I actually believe the opposite, because of the reasons I listed at the very beginning. To me SPIR-V also stays at a higher level than LLVM. (But again, depending on what subset we are talking about.)

Here by 'lower level in the compiler stack' I did not mean the higher/lower semantics level, but the place in the compiler pipeline (front-end -> optimizer -> back-end), where I assumed MLIR is at front-end level, optimizer is LLVM-IR, and back-end comes last.
I agree that semantically, SPIR-V is higher level than LLVM-IR, especially when it comes to other meta-data that LLVM-IR does not support natively (extensions/extended instruction sets/capabilities/execution model etc.)

My proposal would be to include some MLIR -> LLVM-IR translated code in the testing so to have this final goal in mind.

PS: one more thought: SPIR-V does come with a set of builtin/intrinsic functions that expose the full capabilities of target architecture (mostly GPU). This set of intrinsics is actually a dialect in its own. So this is LLVM IR + SPIR-V specific intrinsics and their semantics that fully define the SPIR-V dialect at LLVM IR level.
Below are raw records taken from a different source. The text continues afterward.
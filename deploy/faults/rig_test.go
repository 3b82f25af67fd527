package faults

import (
	"bytes"
	"encoding/json"
	"fmt"
	"net"
	"os"
	"os/exec"
	"path/filepath"
	"runtime"
	"strings"
	"sync"
	"syscall"
	"testing"
	"time"

	"github.com/nats-io/nats.go"

	"fvsweep/deploy/dockertest"
	"fvsweep/store"
	"fvsweep/sweep/job"
	"fvsweep/sweep/spec"
	"fvsweep/sweep/wire"
)

// bin is the fvsweep binary all tests run, built once by TestMain.
var bin string

func TestMain(m *testing.M) {
	dir, err := os.MkdirTemp("", "fvsweep-faults-")
	if err != nil {
		fmt.Fprintln(os.Stderr, err)
		os.Exit(1)
	}
	bin, err = dockertest.BuildBinary(dir, runtime.GOOS)
	code := 1
	if err != nil {
		fmt.Fprintln(os.Stderr, err)
	} else {
		code = m.Run()
	}
	os.RemoveAll(dir)
	os.Exit(code)
}

// proc is a child process of fvsweep; its output is appended to one log
// file across restarts.
type proc struct {
	t    *testing.T
	name string
	args []string
	env  []string
	log  string

	mu   sync.Mutex
	cmd  *exec.Cmd
	done chan struct{}
}

// start runs fvsweep args as a child process named name.
func (r *rig) start(name string, args ...string) *proc {
	r.t.Helper()
	p := &proc{t: r.t, name: name, args: args, env: r.env, log: filepath.Join(r.dir, name+".log")}
	p.run()
	r.procs = append(r.procs, p)
	return p
}

func (p *proc) run() {
	p.t.Helper()
	f, err := os.OpenFile(p.log, os.O_CREATE|os.O_WRONLY|os.O_APPEND, 0o644)
	if err != nil {
		p.t.Fatal(err)
	}
	fmt.Fprintf(f, "=== start %s %s\n", p.name, strings.Join(p.args, " "))
	cmd := exec.Command(bin, p.args...)
	cmd.Stdout, cmd.Stderr = f, f
	cmd.Env = append(os.Environ(), p.env...)
	if err := cmd.Start(); err != nil {
		p.t.Fatalf("%s: %v", p.name, err)
	}
	done := make(chan struct{})
	go func() { cmd.Wait(); f.Close(); close(done) }()
	p.mu.Lock()
	p.cmd, p.done = cmd, done
	p.mu.Unlock()
}

// signal sends sig to the process.
func (p *proc) signal(sig syscall.Signal) {
	p.mu.Lock()
	defer p.mu.Unlock()
	p.cmd.Process.Signal(sig)
}

// kill sends SIGKILL and waits for the process to be gone.
func (p *proc) kill() {
	p.signal(syscall.SIGKILL)
	<-p.done
}

// stop sends SIGTERM and waits up to d, then kills.
func (p *proc) stop(d time.Duration) {
	p.signal(syscall.SIGTERM)
	select {
	case <-p.done:
	case <-time.After(d):
		p.t.Errorf("%s did not stop within %v of SIGTERM", p.name, d)
		p.kill()
	}
}

// restart kills the process (if it runs) and starts it again.
func (p *proc) restart() {
	p.kill()
	p.run()
}

// exited reports whether the process has ended, and its exit code.
func (p *proc) exited() (bool, int) {
	select {
	case <-p.done:
		return true, p.cmd.ProcessState.ExitCode()
	default:
		return false, 0
	}
}

func (p *proc) output() string {
	b, _ := os.ReadFile(p.log)
	return string(b)
}

// waitOutput waits until the log holds substr after its n-th "=== start".
func (p *proc) waitOutput(substr string, d time.Duration) {
	p.t.Helper()
	deadline := time.Now().Add(d)
	for {
		out := p.output()
		if i := strings.LastIndex(out, "=== start"); i >= 0 && strings.Contains(out[i:], substr) {
			return
		}
		if time.Now().After(deadline) {
			p.t.Fatalf("%s: no %q after %v:\n%s", p.name, substr, d, out)
		}
		time.Sleep(20 * time.Millisecond)
	}
}

// rig is a set of processes sharing a directory and an environment.
type rig struct {
	t     *testing.T
	dir   string
	data  string // the coordinator's --data
	env   []string
	procs []*proc
}

func newRig(t *testing.T, env ...string) *rig {
	r := &rig{t: t, dir: t.TempDir(), env: env}
	r.data = filepath.Join(r.dir, "data")
	t.Cleanup(func() {
		for _, p := range r.procs {
			if ok, _ := p.exited(); !ok {
				p.signal(syscall.SIGCONT)
				p.kill()
			}
			if t.Failed() {
				t.Logf("--- %s log:\n%s", p.name, tail(p.output(), 8000))
			}
		}
	})
	return r
}

func tail(s string, n int) string {
	if len(s) > n {
		return "..." + s[len(s)-n:]
	}
	return s
}

// cli runs a short fvsweep command and returns its standard output.
func (r *rig) cli(args ...string) (string, string, int) {
	cmd := exec.Command(bin, args...)
	cmd.Env = append(os.Environ(), r.env...)
	var out, errb bytes.Buffer
	cmd.Stdout, cmd.Stderr = &out, &errb
	err := cmd.Run()
	code := 0
	if ee, ok := err.(*exec.ExitError); ok {
		code = ee.ExitCode()
	} else if err != nil {
		r.t.Fatal(err)
	}
	return out.String(), errb.String(), code
}

// freePort returns a TCP port free on 127.0.0.1 now.
func freePort(t testing.TB) int {
	l, err := net.Listen("tcp", "127.0.0.1:0")
	if err != nil {
		t.Fatal(err)
	}
	defer l.Close()
	return l.Addr().(*net.TCPAddr).Port
}

// writeSpec writes src to the rig's directory and returns its path, the
// sweep's name and the jobs it expands to, by ID.
func (r *rig) writeSpec(src string) (string, string, map[string]job.Job) {
	r.t.Helper()
	path := filepath.Join(r.dir, "spec.toml")
	if err := os.WriteFile(path, []byte(src), 0o644); err != nil {
		r.t.Fatal(err)
	}
	sp, err := spec.LoadSource(path, []byte(src), spec.DefaultLimits())
	if err != nil {
		r.t.Fatal(err)
	}
	jobs, err := sp.Expand()
	if err != nil {
		r.t.Fatal(err)
	}
	ids := map[string]job.Job{}
	for _, j := range jobs {
		ids[j.ID] = j
	}
	return path, sp.Name, ids
}

// status asks the running coordinator for the sweep's status.
func (r *rig) status(name string, nats string) (wire.SweepStatus, bool) {
	t0 := time.Now()
	out, errs, code := r.cli("status", name, "--json", "--data", r.data, "--nats", nats)
	var st wire.SweepStatus
	if code != 0 || json.Unmarshal([]byte(out), &st) != nil {
		r.t.Logf("status after %v: exit %d: %s", time.Since(t0), code, strings.TrimSpace(errs))
		return st, false
	}
	return st, true
}

// waitDone polls the coordinator until the sweep has n outcomes.
func (r *rig) waitDone(name, url string, n int, within time.Duration) wire.SweepStatus {
	r.t.Helper()
	deadline := time.Now().Add(within)
	var st wire.SweepStatus
	for time.Now().Before(deadline) {
		if s, ok := r.status(name, url); ok {
			st = s
			if st.Done+st.Failed >= n {
				return st
			}
		}
		time.Sleep(200 * time.Millisecond)
	}
	r.t.Fatalf("sweep %s: %d done, %d failed of %d after %v", name, st.Done, st.Failed, n, within)
	return st
}

// observer counts every outcome published on the results subjects (core
// NATS sees each publish, including those the stream drops as duplicates).
type observer struct {
	mu    sync.Mutex
	seen  map[string][]job.Outcome
	first map[string]time.Time // when each job's first outcome was seen
	nc    *nats.Conn
}

func observe(t *testing.T, url string, opts ...nats.Option) *observer {
	t.Helper()
	o := &observer{seen: map[string][]job.Outcome{}, first: map[string]time.Time{}}
	var err error
	o.nc, err = nats.Connect(url, append(opts, nats.MaxReconnects(-1), nats.ReconnectWait(200*time.Millisecond))...)
	if err != nil {
		t.Fatal(err)
	}
	t.Cleanup(o.nc.Close)
	_, err = o.nc.Subscribe(wire.Names{}.ResultFilter(), func(m *nats.Msg) {
		out, err := job.DecodeOutcomeMessage(m.Data)
		if err != nil {
			return
		}
		o.mu.Lock()
		if len(o.seen[out.JobID]) == 0 {
			o.first[out.JobID] = time.Now()
		}
		o.seen[out.JobID] = append(o.seen[out.JobID], out)
		o.mu.Unlock()
	})
	if err != nil {
		t.Fatal(err)
	}
	o.nc.Flush()
	return o
}

func (o *observer) results(id string) []job.Outcome {
	o.mu.Lock()
	defer o.mu.Unlock()
	return append([]job.Outcome(nil), o.seen[id]...)
}

// workSince is the run time (wall_s of the first outcome) of the jobs
// whose first outcome was seen after t: work that had to be done after t
// whatever happened before.
func (o *observer) workSince(t time.Time) time.Duration {
	o.mu.Lock()
	defer o.mu.Unlock()
	var s float64
	for id, at := range o.first {
		if at.After(t) {
			s += o.seen[id][0].WallS
		}
	}
	return time.Duration(s * float64(time.Second))
}

// jobs is the number of jobs with at least one outcome published.
func (o *observer) jobs() int {
	o.mu.Lock()
	defer o.mu.Unlock()
	return len(o.seen)
}

// extra is the number of outcomes published beyond one per job.
func (o *observer) extra() int {
	o.mu.Lock()
	defer o.mu.Unlock()
	n := 0
	for _, outs := range o.seen {
		n += len(outs) - 1
	}
	return n
}

// figures are what a fault test counts.
type figures struct {
	Expected    int // jobs of the spec
	Stored      int // expected jobs with a done outcome in the store
	Failed      int // expected jobs with a failed outcome
	Lost        int // expected jobs with no outcome
	Unexpected  int // outcomes in the store for jobs not in the spec
	Writes      int // outcome records written by all coordinator lifetimes
	StoredTwice int // Writes beyond one per stored outcome
	ExtraRuns   int // outcomes published beyond one per job (dropped or no-ops)
}

func (f figures) String() string {
	return fmt.Sprintf("expected %d, stored %d, failed %d, lost %d, stored twice %d, unexpected %d (%d store writes); extra runs %d (dropped as duplicates)",
		f.Expected, f.Stored, f.Failed, f.Lost, f.StoredTwice, f.Unexpected, f.Writes, f.ExtraRuns)
}

// count opens the store (the coordinator must have stopped) and the
// coordinator's logs and counts.
func (r *rig) count(name string, ids map[string]job.Job, coord *proc, obs *observer) (figures, map[string]job.Outcome) {
	r.t.Helper()
	db, err := store.Open(filepath.Join(r.data, "fvsweep.db"), store.Options{ReadOnly: true, Timeout: 5 * time.Second})
	if err != nil {
		r.t.Fatal(err)
	}
	defer db.Close()
	if err := db.Verify(); err != nil {
		r.t.Errorf("store after the faults: %v", err)
	}
	outs, err := db.Outcomes(name)
	if err != nil {
		r.t.Fatal(err)
	}
	f := figures{Expected: len(ids)}
	for id := range ids {
		o, ok := outs[id]
		switch {
		case !ok:
			f.Lost++
		case o.Status == job.StatusDone:
			f.Stored++
		default:
			f.Failed++
		}
	}
	for id := range outs {
		if _, ok := ids[id]; !ok {
			f.Unexpected++
		}
	}
	f.Writes = dockertest.StoreWrites(coord.output())
	f.StoredTwice = max(0, f.Writes-(f.Stored+f.Failed))
	if obs != nil {
		f.ExtraRuns = obs.extra()
	}
	return f, outs
}

// wantClean fails the test unless every expected job is stored exactly
// once and nothing is lost.
func wantClean(t *testing.T, f figures) {
	t.Helper()
	t.Logf("figures: %s", f)
	if f.Stored != f.Expected || f.Lost != 0 || f.Failed != 0 || f.StoredTwice != 0 || f.Unexpected != 0 {
		t.Errorf("want every job stored exactly once: %s", f)
	}
}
I believe this idea could be used in MLIR path: MLIR -> LLVM-IR with SPIR-V intrinsics (let's call it a LLVM IR SPIR-V dialect) -> SPIR-V binary (generated by a backend). So the idea of 'SPIR-V dialect' still exists, it is just now expressed at the LLVM IR level.

Not sure this is the prefered way, given that we can define SPIR-V ops easily in MLIR in its own dialect with native support for various aspects.
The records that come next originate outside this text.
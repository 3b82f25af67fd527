package faults

import (
	"context"
	"strings"
	"testing"
	"time"

	"fvsweep/coordinator/client"
	"fvsweep/coordinator/server"
	"fvsweep/coordinator/server/probe"
	"fvsweep/deploy"
	"fvsweep/sweep/wire"
)

// TestRightsMatrixCluster tries every action with every role's user on the
// three nodes of deploy/nats, run as fvsweep node processes, and expects
// exactly the matrix of the embedded server (docs/access.md): the users
// and rights of common.conf are the deployed ones.
func TestRightsMatrixCluster(t *testing.T) {
	if testing.Short() {
		t.Skip("starts a three-node cluster")
	}
	r := newRig(t, clusterEnv...)
	_, url := r.cluster()
	secrets := map[wire.Role]client.DialOptions{}
	for _, kv := range clusterEnv {
		name, val, _ := strings.Cut(kv, "=")
		for _, role := range wire.Roles {
			if name == server.SecretEnv(role) {
				secrets[role] = client.DialOptions{User: string(role), Token: val}
			}
		}
	}
	if len(secrets) != len(wire.Roles) {
		t.Fatalf("clusterEnv has secrets for %d roles, want %d", len(secrets), len(wire.Roles))
	}
	o := secrets[wire.RoleOperator]
	o.URL, o.Role, o.Name = url, wire.RoleOperator, "leader wait"
	nc, err := client.Dial(o)
	if err != nil {
		t.Fatal(err)
	}
	defer nc.Close()
	if err := deploy.WaitJetStream(nc, 30*time.Second); err != nil {
		t.Fatal(err)
	}
	ctx, cancel := context.WithTimeout(context.Background(), 2*time.Minute)
	defer cancel()
	m, err := probe.Run(ctx, probe.Target{URL: url, Secrets: secrets, Timeout: 5 * time.Second})
	if err != nil {
		t.Fatal(err)
	}
	t.Logf("rights matrix on the deploy/nats cluster:\n%s", m.Markdown())
	for _, c := range m.Unexpected() {
		t.Errorf("%s as %s: %s, want %s (%s)", c.Action, c.Role, c.Got, c.Want, c.Detail)
	}
}
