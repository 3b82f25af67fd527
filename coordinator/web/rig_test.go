package web_test

import (
	"context"
	"path/filepath"
	"sync"
	"testing"
	"time"

	"github.com/hashicorp/go-hclog"

	"fvsweep/coordinator"
	"fvsweep/coordinator/client"
	"fvsweep/coordinator/server"
	"fvsweep/store"
	"fvsweep/sweep/job"
	"fvsweep/sweep/spec"
	"fvsweep/sweep/wire"
	"fvsweep/worker"
)

// pageRig is what the page tests need running: an embedded NATS server, a
// store in a temporary directory, a coordinator and its workers.
type pageRig struct {
	t     *testing.T
	url   string
	db    *store.DB
	coord *coordinator.Coordinator
	names wire.Names
	wg    sync.WaitGroup
}

func newRig(t *testing.T) *pageRig {
	t.Helper()
	srv, err := server.Start(server.Options{Dir: filepath.Join(t.TempDir(), "nats")})
	if err != nil {
		t.Fatal(err)
	}
	r := &pageRig{t: t, url: srv.ClientURL(), names: wire.Names{}}
	nc, err := client.Dial(client.DialOptions{URL: r.url, Name: "test coordinator"})
	if err != nil {
		t.Fatal(err)
	}
	if r.db, err = store.Open(filepath.Join(t.TempDir(), "fvsweep.db"), store.Options{}); err != nil {
		t.Fatal(err)
	}
	ctx, stop := context.WithCancel(context.Background())
	r.coord, err = coordinator.New(ctx, nc, r.db, coordinator.Config{Names: r.names, Log: hclog.NewNullLogger(),
		Delivery: coordinator.Delivery{AckWait: time.Second, MaxDeliver: 2}})
	if err != nil {
		t.Fatal(err)
	}
	r.wg.Add(1)
	go func() {
		defer r.wg.Done()
		if err := r.coord.Run(ctx); err != nil {
			t.Error(err)
		}
	}()
	t.Cleanup(func() {
		stop()
		r.wg.Wait()
		nc.Close()
		r.db.Close()
		srv.Shutdown()
		srv.WaitForShutdown()
	})
	select {
	case <-r.coord.Ready():
	case <-time.After(10 * time.Second):
		t.Fatal("coordinator not ready after 10 s")
	}
	return r
}

// addWorker starts a worker running conc jobs at once with run; it stops
// with the test.
func (r *pageRig) addWorker(conc int, run worker.Runner) {
	r.t.Helper()
	nc, err := client.Dial(client.DialOptions{URL: r.url, Name: "test worker"})
	if err != nil {
		r.t.Fatal(err)
	}
	ctx, stop := context.WithCancel(context.Background())
	w, err := worker.New(ctx, nc, worker.Config{Names: r.names, Concurrency: conc, Runners: map[string]worker.Runner{job.BuiltinSolver: run}, RetryDelay: 20 * time.Millisecond,
		FetchWait: 200 * time.Millisecond, ReportEvery: 100 * time.Millisecond, Log: hclog.NewNullLogger()})
	if err != nil {
		r.t.Fatal(err)
	}
	done := make(chan struct{})
	go func() {
		defer close(done)
		defer nc.Close()
		if err := w.Run(ctx); err != nil {
			r.t.Error(err)
		}
	}()
	r.t.Cleanup(func() { stop(); <-done })
}

func (r *pageRig) submit(src string) {
	r.t.Helper()
	sp, err := spec.LoadSource("test.toml", []byte(src), spec.DefaultLimits())
	if err != nil {
		r.t.Fatal(err)
	}
	if _, err := r.coord.Submit(context.Background(), sp, false); err != nil {
		r.t.Fatal(err)
	}
}

// wait polls the store until the sweep has n outcomes or the time is up.
func (r *pageRig) wait(name string, n int, within time.Duration) {
	r.t.Helper()
	for deadline := time.Now().Add(within); ; time.Sleep(10 * time.Millisecond) {
		t, err := r.db.Count(name)
		if err != nil {
			r.t.Fatal(err)
		}
		if t.Done+t.Failed >= n {
			return
		}
		if time.Now().After(deadline) {
			r.t.Fatalf("sweep %s: %d done + %d failed of %d after %v", name, t.Done, t.Failed, n, within)
		}
	}
}
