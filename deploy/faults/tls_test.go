package faults

import (
	"crypto/ecdsa"
	"crypto/elliptic"
	"crypto/rand"
	"crypto/x509"
	"crypto/x509/pkix"
	"encoding/pem"
	"math/big"
	"net"
	"os"
	"path/filepath"
	"strings"
	"testing"
	"time"
)

// writeCert signs a certificate for 127.0.0.1 (a CA when parent is nil)
// and writes cert and key as PEM into dir; it returns the paths, the
// certificate and its key.
func writeCert(t *testing.T, dir, name string, parent *x509.Certificate, parentKey *ecdsa.PrivateKey) (string, string, *x509.Certificate, *ecdsa.PrivateKey) {
	t.Helper()
	key, err := ecdsa.GenerateKey(elliptic.P256(), rand.Reader)
	if err != nil {
		t.Fatal(err)
	}
	tmpl := &x509.Certificate{
		SerialNumber: big.NewInt(time.Now().UnixNano()), Subject: pkix.Name{CommonName: name},
		NotBefore: time.Now().Add(-time.Hour), NotAfter: time.Now().Add(time.Hour),
		KeyUsage:    x509.KeyUsageDigitalSignature | x509.KeyUsageCertSign,
		ExtKeyUsage: []x509.ExtKeyUsage{x509.ExtKeyUsageServerAuth, x509.ExtKeyUsageClientAuth},
		IPAddresses: []net.IP{net.ParseIP("127.0.0.1")},
	}
	if parent == nil {
		tmpl.IsCA, tmpl.BasicConstraintsValid = true, true
		parent, parentKey = tmpl, key
	}
	der, err := x509.CreateCertificate(rand.Reader, tmpl, parent, &key.PublicKey, parentKey)
	if err != nil {
		t.Fatal(err)
	}
	cert, _ := x509.ParseCertificate(der)
	kb, err := x509.MarshalECPrivateKey(key)
	if err != nil {
		t.Fatal(err)
	}
	cp, kp := filepath.Join(dir, name+".pem"), filepath.Join(dir, name+"-key.pem")
	if err := os.WriteFile(cp, pem.EncodeToMemory(&pem.Block{Type: "CERTIFICATE", Bytes: der}), 0o644); err != nil {
		t.Fatal(err)
	}
	if err := os.WriteFile(kp, pem.EncodeToMemory(&pem.Block{Type: "EC PRIVATE KEY", Bytes: kb}), 0o600); err != nil {
		t.Fatal(err)
	}
	return cp, kp, cert, key
}

// TestTLSClients: the embedded server serves TLS with --tls-cert and
// --tls-key; a worker that trusts the CA (--tls-ca) connects and runs the
// sweep, one that does not is refused with the certificate error.
func TestTLSClients(t *testing.T) {
	r := newRig(t)
	ca, _, caCert, caKey := writeCert(t, r.dir, "ca", nil, nil)
	cert, key, _, _ := writeCert(t, r.dir, "server", caCert, caKey)
	spec, name, ids := r.writeSpec(bigAndSmall)
	coord, url := r.serve(freePort(t), "--tls-cert", cert, "--tls-key", key)
	url = strings.Replace(url, "nats://", "tls://", 1)
	out, errs, code := r.cli("worker", "--nats", url)
	if code == 0 || !strings.Contains(errs, "certificate") {
		t.Fatalf("worker without --tls-ca: exit %d, want a certificate error:\n%s%s", code, out, errs)
	}
	r.env = []string{"FVSWEEP_TLS_CA=" + ca}
	r.worker("worker-a", url, 2)
	r.submit(spec, url)
	r.waitDone(name, url, len(ids), 60*time.Second)
	coord.stop(20 * time.Second)
	f, _ := r.count(name, ids, coord, nil)
	wantClean(t, f)
}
Agree. Having in mind that we should actually keep both paths, I believe this path of going MLIR -> LLVM-IR -> SPIR-V then does not make sense as it might lose some information.

regards,
konrad

I think there are two points here:

  1. How many SPIRV end-points we have

This is mostly about software engineering concerns of duplication, maintenance, etc. But it’s also about IR support, with MLIR having an upper hand here because of the existing implementation and its inherent flexibility with dialects.

It’s perfectly fine to have two back-ends for a while, but since we moved MLIR to the monorepo, we need to treat it as part of the LLVM family, not a side project.

LLVM IR has some “flexibility” through intrinsics, which we could use to translate MLIR concepts that can’t be represented in LLVM IR for the purpose of lowering only. Optimisations on these intrinsics would bring the usual problems.

  1. Where do the optimisations happen in code lowering to SPIRV

I think Ronan’s points are a good basis for keeping that in MLIR, at least for the current code. Now, if that precludes optimising in LLVM IR, than this could be a conflict with this proposal.

If the code passes through MLIR or not will be a decision of the toolchain, that will pick the best path for each workload. This allows us to have concurrent approaches in tree, but also makes it hard to test and creates corner cases that are hard to test.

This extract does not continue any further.